# bihisan



## zhonglin

Hi,

I need some help to see if the below sentences are correct;

Damitan mo ang iyong anak - dress your child
Palitan mo ng damit ang iyong anak ng pambahay - change your child's clothes into house clothing (pambahay) 

Thank you in advance.


----------



## DotterKat

zhonglin said:


> Hi,
> 
> I need some help to see if the sentences below are correct;
> 
> 1) Damitan mo ang iyong anak - Dress (up) your child.
> 2) Palitan mo ng damit ang iyong anak ng pambahay - change your child's clothes into house clothing (pambahay)
> 
> Thank you in advance.



The second sentence is syntactically flawed. It should be:

_Palitan mo ng damit na pambahay ang iyong anak._

You will run into semantic difficulties (as in "_Change your child into_....") if you faithfully translate the sentence above into English. The closest acceptable translation would be something like:

_Put some house clothes on your child._

Though the sentence above is syntactically correct, it is obviously semantically flawed. Which brings us to a truth about translations, that it is of far greater significance to translate whole thoughts or intentions rather than individual words. Hence the importance of context.

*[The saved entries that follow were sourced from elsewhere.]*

"""Standard normals: known answers from numpy's own generator, and independence of tile and path order."""

import numpy as np
import pytest
from scipy import stats

from hedgesim.kernels.random import ZIGGURAT, continue_normals, fill_normals


@pytest.mark.parametrize("seed", [0, 5, 99])
def test_the_same_sfc64_state_gives_the_normals_of_numpy(seed):
    # Source: numpy's Generator(SFC64).standard_normal on the same state (O'Neill's and numpy's SFC64, 256-level ziggurat).
    bits = np.random.SFC64(seed)
    state = bits.state["state"]["state"].reshape(4, 1).copy()
    expected = np.random.Generator(bits).standard_normal(200_000)
    ours = np.empty((200_000, 1))
    continue_normals(state, ours)
    assert np.abs(ours[:, 0] - expected).max() < 1e-14
    assert np.array_equal(state[:, 0], bits.state["state"]["state"])


def test_the_ziggurat_has_the_published_area_and_tail():
    # Marsaglia and Tsang (2000), J. Statistical Software 5(8): r = 3.6541528853610088, v = 0.00492867323399 for 256 levels.
    _, width, height = ZIGGURAT
    assert width[255] * 2**52 == pytest.approx(3.6541528853610088, rel=1e-15)
    area = width[0] * 2**52 * height[255]
    assert area == pytest.approx(0.00492867323399, rel=1e-11)
    # Every strip has the same area: width of the strip times the rise of the density.
    x = width * 2**52
    strips = x[2:] * (height[1:-1] - height[2:])
    assert strips == pytest.approx(area, rel=1e-12)


def test_a_path_has_the_same_normals_in_any_tile():
    whole = np.empty((50, 300))
    fill_normals(9, 0, 1000, whole)
    part = np.empty((50, 7))
    fill_normals(9, 0, 1123, part)
    assert np.array_equal(whole[:, 123:130], part)


def test_seed_stream_and_path_each_change_the_normals():
    base, other_seed, other_stream, other_path = (np.empty((20, 1)) for _ in range(4))
    fill_normals(0, 0, 0, base)
    fill_normals(1, 0, 0, other_seed)
    fill_normals(0, 1, 0, other_stream)
    fill_normals(0, 0, 1, other_path)
    for other in (other_seed, other_stream, other_path):
        assert not np.isclose(base, other).any()


def test_normals_are_standard_and_uncorrelated_across_looks_paths_and_streams():
    z = np.empty((100, 20_000))
    fill_normals(3, 0, 0, z)
    n = z.size
    # Standard errors of the first four moments of n normals: 1, sqrt 2, sqrt 15, sqrt 96 over sqrt n.
    for power, mean, sd in ((1, 0.0, 1.0), (2, 1.0, 2.0**0.5), (3, 0.0, 15.0**0.5), (4, 3.0, 96.0**0.5)):
        assert abs((z**power).mean() - mean) < 4 * sd / n**0.5
    assert stats.kstest(z[0], "norm").pvalue > 1e-4
    other = np.empty_like(z)
    fill_normals(3, 1, 0, other)
    for a, b in ((z[:-1], z[1:]), (z[:, :-1], z[:, 1:]), (z, other)):
        assert abs((a * b).mean()) < 4 / a.size**0.5
    assert (np.abs(z) > 3.6541528853610088).mean() == pytest.approx(2 * stats.norm.sf(3.6541528853610088), rel=0.2)
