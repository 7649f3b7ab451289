"""Small simulated experiments for the tests of the simulating engine."""

from dataclasses import replace
from typing import Any

import numpy as np

from hedgesim.book import Expiry, Position, expiry_looks, settle_terms
from hedgesim.costs import CostTerms
from hedgesim.market import LookGrid, Market, frozen, horizon_grid, session_grid
from hedgesim.paths.gbm import Gbm
from hedgesim.schedules import Schedule, compile_schedules

FREE = CostTerms(half_spread=frozen([0.0]), per_unit=frozen([0.0]), per_trade=frozen([0.0]))


def one_option(
    *,
    spot: float,
    strike: float,
    years: float,
    looks: int,
    rate: float,
    vol: float,
    schedules: tuple[Schedule, ...],
    realised: float | None = None,
    drift: float | None = None,
    units: float = -1.0,
    hedge_vol: float | None = None,
    seed: int = 1,
    costs: CostTerms = FREE,
) -> dict[str, Any]:
    """One call on one underlying over `looks` equal looks, as arguments of `simulate`; drift defaults to the rate."""
    market = Market(("H",), rate, frozen([spot]), frozen([0.0]), frozen([False], bool))
    grid = horizon_grid(years=years, looks=looks, day_count="business-252")
    book = settle_terms(
        [Position(0, True, strike, False, units, False, Expiry(years=years))],
        spot=market.spot,
        mark_vol=np.array([vol]),
        hedge_vol=np.array([np.nan if hedge_vol is None else hedge_vol]),
        expiry_look=np.array([looks]),
        expiry_t=np.array([years]),
        expiry_s=np.array([years]),
        initial_units=np.array([0.0]),
    )
    return {
        "market": market,
        "book": book,
        "grid": grid,
        "compiled": compile_schedules(schedules, grid, expiry_looks(book)),
        "source": Gbm(
            frozen([vol if realised is None else realised]), frozen([rate if drift is None else drift]), np.eye(1), seed
        ),
        "costs": costs,
    }


def cut_short(case: dict[str, Any], looks: int) -> dict[str, Any]:
    """The same case with the horizon at look `looks`: what is open then is valued at mark."""
    grid = case["grid"]
    part = LookGrid(*(getattr(grid, name)[: looks + 1] for name in ("t", "s", "clock", "is_open", "is_close")), True)
    trades = case["compiled"].trades_at[:, : looks + 1].copy()
    trades[:, looks] = True
    book = replace(case["book"], expiry_look=np.full(case["book"].size, looks + 1))
    return case | {"grid": part, "book": book, "compiled": replace(case["compiled"], trades_at=trades)}


def random_experiment(seed: int, *, underlyings: int = 2, early_horizon: bool = False) -> dict[str, Any]:
    """A book with everything switched on: own vols, several expiries, both settlements, premiums, units held."""
    random = np.random.default_rng([seed, 11])
    positions, days = 7, 10
    grid: LookGrid = session_grid(
        days=days if not early_horizon else 8,
        looks_per_day=3,
        day_count="business-252",
        session_hours=8.0,
        overnight=float(random.choice([0.0, 0.3])),
    )
    n = underlyings
    rate = float(random.uniform(-0.02, 0.12))
    future = random.random(n) < 0.4
    market = Market(
        tuple("ABC"[:n]),
        rate,
        frozen(random.uniform(20.0, 200.0, n)),
        frozen(np.where(future, rate, random.uniform(-0.05, 0.1, n))),
        frozen(future, bool),
    )
    expiry_days = random.choice([3, 7, 10], size=positions)
    expiry_days[0] = 10
    look = np.array([int(np.searchsorted(grid.clock, d - 1e-9)) for d in expiry_days])
    book = settle_terms(
        [
            Position(
                underlying=j % n,
                is_call=bool(random.integers(2)),
                strike=float(random.uniform(0.93, 1.07)),
                strike_of_spot=True,
                amount=float(random.normal(0.0, 500.0)),
                is_notional=False,
                expiry=Expiry(days=float(expiry_days[j])),
                mark_vol=float(random.uniform(0.15, 0.4)) if random.random() < 0.6 else None,
                hedge_vol=float(random.uniform(0.15, 0.4)) if random.random() < 0.6 else None,
                premium=float(random.uniform(0.0, 4.0)) if random.random() < 0.5 else None,
                physical=bool(random.integers(2)),
            )
            for j in range(positions)
        ],
        spot=market.spot,
        mark_vol=random.uniform(0.15, 0.4, n),
        hedge_vol=np.full(n, np.nan),
        expiry_look=np.where(look > grid.looks, grid.looks + 1, look),
        expiry_t=expiry_days / 252,
        expiry_s=expiry_days / 252,
        initial_units=random.normal(0.0, 300.0, n),
    )
    correlation = np.eye(n)
    if n > 1:
        correlation[0, 1] = correlation[1, 0] = float(random.uniform(-0.8, 0.8))
    rules = (
        Schedule("every look", "looks", 1),
        Schedule("every 4 looks", "looks", 4),
        Schedule("every 1d", "days", 1.0),
        Schedule("at open", "sessions", edges=("open",)),
        Schedule("entry only", "never"),
    )
    return {
        "market": market,
        "book": book,
        "grid": grid,
        "compiled": compile_schedules(rules, grid, expiry_looks(book)),
        "source": Gbm(
            frozen(random.uniform(0.1, 0.5, n)), frozen(random.uniform(-0.2, 0.3, n)), correlation, int(seed)
        ),
        "costs": CostTerms(
            frozen(random.uniform(0.0, 1e-3, n)), frozen(random.uniform(0.0, 0.05, n)), frozen(random.uniform(0, 5, n))
        ),
    }
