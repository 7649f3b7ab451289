"""The price of risk and the choice of a schedule."""

import numpy as np
import pytest
from hypothesis import given, settings
from hypothesis import strategies as st
from ledger_builder import build_ledger

from hedgesim.study import Settings
from hedgesim.study.choice import annual_hurdle, choose, estimates
from hedgesim.study.distribution import distribution

# Mean cost and risk of six schedules. The fifth is dominated by the second, the sixth is efficient but best nowhere.
COST = np.array([10.0, 14.0, 22.0, 30.0, 20.0, 21.0])
RISK = np.array([100.0, 80.0, 70.0, 69.0, 85.0, 78.0])


def asked(**changes):
    base = {"mean": "costs", "risk": "std", "cost_of_risk": 0.5, "limit": None, "confidence": 0.95, "years": 0.25}
    return Settings(**{**base, **changes})


def standard(paths, seed=1):
    """Draws with mean exactly zero and standard deviation exactly one."""
    z = np.random.default_rng(seed).standard_normal(paths)
    return (z - z.mean()) / z.std(ddof=1)


def exact_ledger(cost=COST, risk=RISK, *, paths=4000, **options):
    z = standard(paths)
    lag = np.asarray(risk)[:, None] * z
    detail = np.stack([lag, np.broadcast_to(-np.asarray(cost)[:, None], lag.shape)], axis=1)[:, None]
    return build_ledger(detail, components=("lag", "costs.spread"), **options)


def chosen(ledger, want):
    rows = np.arange(len(ledger.schedules))
    return choose(ledger, rows, distribution(ledger, rows), want)


def test_worked_example():
    c = chosen(exact_ledger(), asked())
    np.testing.assert_allclose(c.mean_cost, COST, rtol=1e-12)
    np.testing.assert_allclose(c.risk, RISK, rtol=1e-12)
    np.testing.assert_allclose(c.objective, [60, 54, 57, 64.5, 62.5, 60], rtol=1e-12)
    assert c.chosen == 1
    np.testing.assert_allclose(c.difference, [6, 0, 3, 10.5, 8.5, 6], atol=1e-10)
    np.testing.assert_array_equal(c.efficient, [1, 1, 1, 1, 0, 1])
    np.testing.assert_array_equal(c.supported, [1, 1, 1, 1, 0, 0])
    np.testing.assert_allclose(c.best_from, [0, 0.2, 0.8, 8, np.nan, np.nan], rtol=1e-9)
    np.testing.assert_allclose(c.best_to, [0.2, 0.8, 8, np.inf, np.nan, np.nan], rtol=1e-9)
    np.testing.assert_array_equal(c.next_finer, [1, 5, 3, -1, -1, 2])
    np.testing.assert_allclose(c.price, [0.2, 3.5, 8, np.nan, np.nan, 0.125], rtol=1e-9)
    assert c.warnings == ()


def test_paired_errors_of_the_worked_example():
    # All risks are multiples of one estimate and costs are certain: errors scale, and differences scale with differences.
    ledger = exact_ledger()
    c = chosen(ledger, asked())
    one = c.risk_se[0] / 100
    np.testing.assert_allclose(c.risk_se, RISK * one, rtol=1e-9)
    np.testing.assert_allclose(c.objective_se, 0.5 * RISK * one, rtol=1e-9)
    np.testing.assert_allclose(c.difference_se, 0.5 * np.abs(RISK - 80) * one, rtol=1e-9, atol=1e-8)
    np.testing.assert_allclose(c.price_se[[0, 1, 2]], c.price[[0, 1, 2]] * one, rtol=1e-6)
    # 4,000 normal draws: std known to 1/sqrt(8000) = 1.1 %, itself known from 32 groups to 13 %; three of them.
    assert one == pytest.approx(1 / np.sqrt(8000), rel=0.4)


def test_variance_as_risk():
    c = chosen(exact_ledger(), asked(risk="variance", cost_of_risk=0.01))
    np.testing.assert_allclose(c.risk, RISK**2, rtol=1e-12)
    assert c.chosen == int(np.argmin(COST + 0.01 * RISK**2))


def test_shortfall_as_risk_over_independent_paths():
    ledger = exact_ledger()
    rows = np.arange(6)
    d = distribution(ledger, rows)
    c = chosen(ledger, asked(risk="es975"))
    np.testing.assert_allclose(c.risk, d.es975)
    np.testing.assert_allclose(c.risk_se, d.es975_se, rtol=1e-3)
    # One shape, scaled: the error of a difference is the difference of the errors.
    np.testing.assert_allclose(c.difference_se, 0.5 * np.abs(c.risk_se - c.risk_se[c.chosen]), rtol=1e-6, atol=1e-8)


def test_unknown_pairing_of_cost_and_shortfall_gives_an_upper_bound():
    rng = np.random.default_rng(2)
    z = rng.standard_normal((3, 3000))
    detail = np.stack([z, -1 - 0.2 * np.abs(z)], axis=1)[:, None]
    kept, bare = (build_ledger(detail, components=("lag", "costs.spread"), keep_detail=k) for k in (True, False))
    want = asked(risk="es975")
    known, bound = chosen(kept, want), chosen(bare, want)
    assert estimates(kept, np.arange(3), distribution(kept, np.arange(3)), want).joint
    assert not estimates(bare, np.arange(3), distribution(bare, np.arange(3)), want).joint
    np.testing.assert_allclose(bound.objective, known.objective, rtol=1e-12)
    np.testing.assert_allclose(bound.objective_se, bound.mean_cost_se + 0.5 * bound.risk_se, rtol=1e-9)
    assert (bound.objective_se > known.objective_se * 0.98).all()


def test_shortfall_over_a_price_history_uses_its_resamples():
    rng = np.random.default_rng(3)
    picks = rng.integers(0, 1500, (300, 1500))
    ledger = exact_ledger(paths=1500, resamples=picks)
    d = distribution(ledger, np.arange(6))
    c = chosen(ledger, asked(risk="es975"))
    np.testing.assert_allclose(c.risk_se, d.es975_se, rtol=1e-9)


def test_total_as_mean_counts_luck_and_says_so():
    ledger = exact_ledger()
    c = chosen(ledger, asked(mean="total"))
    np.testing.assert_allclose(c.mean_cost, -ledger.totals.mean(axis=1), rtol=1e-9)
    assert any("luck included" in w for w in c.warnings)


def test_funding_counts_as_cost():
    detail = np.stack([np.tile(standard(800), (2, 1)), -np.full((2, 800), 3.0), -np.full((2, 800), 4.0)], axis=1)
    ledger = build_ledger(detail[:, None], components=("lag", "costs.spread", "funding"))
    np.testing.assert_allclose(chosen(ledger, asked()).mean_cost, 7.0)


def test_limit_moves_the_choice():
    c = chosen(exact_ledger(), asked(limit=75.0))
    assert c.chosen == 2
    np.testing.assert_array_equal(c.within_limit, [0, 0, 1, 1, 0, 0])
    assert c.limit_met
    assert not c.tied[[0, 1, 4, 5]].any()


def test_unmet_limit_takes_the_least_risk_and_warns():
    c = chosen(exact_ledger(), asked(limit=50.0))
    assert c.chosen == 3
    assert not c.limit_met
    assert any("no schedule meets the risk limit of 50" in w for w in c.warnings)


def test_limit_within_the_error_of_a_risk_warns():
    assert any("uncertain" in w for w in chosen(exact_ledger(), asked(limit=70.1)).warnings)
    assert not any("uncertain" in w for w in chosen(exact_ledger(), asked(limit=90.0)).warnings)


def test_without_errors_nothing_is_told_apart():
    c = chosen(exact_ledger(groups=0), asked())
    assert c.tied.all()
    assert any("too few paths" in w for w in c.warnings)


def test_equal_schedules_are_tied_and_one_stands_for_both():
    c = chosen(exact_ledger(cost=[5.0, 5.0, 9.0], risk=[10.0, 10.0, 4.0]), asked(cost_of_risk=0.1))
    assert c.chosen == 0
    np.testing.assert_array_equal(c.tied, [1, 1, 0])
    np.testing.assert_array_equal(c.efficient, [1, 0, 1])


def test_one_schedule_is_its_own_choice():
    c = chosen(exact_ledger(cost=[5.0], risk=[10.0]), asked())
    assert c.chosen == 0
    assert c.best_from[0] == 0.0
    assert c.best_to[0] == np.inf
    assert c.tied.all()


@pytest.mark.parametrize("risk", ["std", "es975"])
def test_tied_set_holds_the_best_as_often_as_stated(risk):
    # Five schedules with one true objective, and a sixth far worse: the set must hold the first with 95 %.
    runs, n = 400, 1280
    held, sixth = 0, 0
    for seed in range(runs):
        rng = np.random.default_rng(seed)
        lag = 0.7 * rng.standard_normal(n) + 0.7 * rng.standard_normal((6, n))
        lag[5] *= 1.6
        detail = np.stack([lag, -1 + 0.05 * rng.standard_normal((6, n))], axis=1)[:, None]
        c = chosen(build_ledger(detail, components=("lag", "costs.spread")), asked(risk=risk))
        held += c.tied[0]
        sixth += c.tied[5]
    assert held >= 0.95 * runs - 4 * np.sqrt(runs * 0.95 * 0.05)
    assert sixth == 0


def test_price_error_matches_fresh_samples():
    prices, errors = [], []
    for seed in range(300):
        rng = np.random.default_rng(seed)
        z = rng.standard_normal((2, 1600)) * np.array([[3.0], [1.5]])
        detail = np.stack([z, np.array([[-1.0], [-2.0]]) + 0.3 * rng.standard_normal((2, 1600))], axis=1)[:, None]
        c = chosen(build_ledger(detail, components=("lag", "costs.spread")), asked())
        prices.append(c.price[0])
        errors.append(c.price_se[0])
    # 300 samples: 4.1 %, four of them.
    assert np.sqrt(np.mean(np.square(errors))) == pytest.approx(np.std(prices, ddof=1), rel=0.17)


def test_annual_hurdle_grows_back_with_the_root_of_the_years():
    # Earning 10 % a year at 20 % risk: over a quarter 2.5 % at 10 %, a ratio of 0.25 = 0.5 x sqrt(0.25).
    assert annual_hurdle(asked(cost_of_risk=0.25, years=0.25)) == pytest.approx(0.10 / 0.20)
    assert np.isnan(annual_hurdle(asked(risk="variance")))


@settings(max_examples=80, deadline=None)
@given(
    st.lists(st.tuples(st.integers(0, 50), st.integers(1, 50)), min_size=1, max_size=8),
    st.floats(0.0, 5.0),
)
def test_the_best_schedule_is_the_one_whose_range_holds_the_cost_of_risk(points, cost_of_risk):
    cost, risk = np.array(points, dtype=float).T
    c = chosen(exact_ledger(cost=cost, risk=risk, paths=64, groups=8), asked(cost_of_risk=cost_of_risk))
    holds = (c.best_from <= cost_of_risk * (1 + 1e-9) + 1e-9) & (cost_of_risk * (1 - 1e-9) - 1e-9 <= c.best_to)
    assert holds.any()
    np.testing.assert_allclose(c.objective[holds].min(), c.objective.min(), rtol=1e-7)
    # Ranges follow each other from zero to infinity without a gap.
    order = np.argsort(c.best_from[c.supported])
    low, high = c.best_from[c.supported][order], c.best_to[c.supported][order]
    assert low[0] == 0.0
    assert high[-1] == np.inf
    np.testing.assert_array_equal(low[1:], high[:-1])
    for i in np.flatnonzero(~c.efficient):
        assert ((c.mean_cost <= c.mean_cost[i] + 1e-9) & (c.risk <= c.risk[i] + 1e-9)).sum() > 1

The best way to "translate" the idea of your Tagalog text and make it sound colloquial would be something like:

_Put your child in some comfortable clothes so he can run around and play._


----------



## zhonglin

DotterKat said:


> The second sentence is syntactically flawed. It should be:
> 
> _Palitan mo ng damit na pambahay ang iyong anak._
> 
> You will run into semantic difficulties (as in "_Change your child into_....") if you faithfully translate the sentence above into English. The closest acceptable translation would be something like:
> 
> _Put some house clothes on your child._
> 
> Though the sentence above is syntactically correct, it is obviously semantically flawed. Which brings us to a truth about translations, that it is of far greater significance to translate whole thoughts or intentions rather than individual words. Hence the importance of context.
> 
> The best way to "translate" the idea of your Tagalog text and make it sound colloquial would be something like:
> 
> _Put your child in some comfortable clothes so he can run around and play._



Thanks for your help as I'm improving my Tagalog and English at the same time. 

_Put your child in some comfortable clothes so he can run around and play. This sounds very good but quite difficult, is this the most common way to say this idea in AE? is there other easy way to say it?   _


----------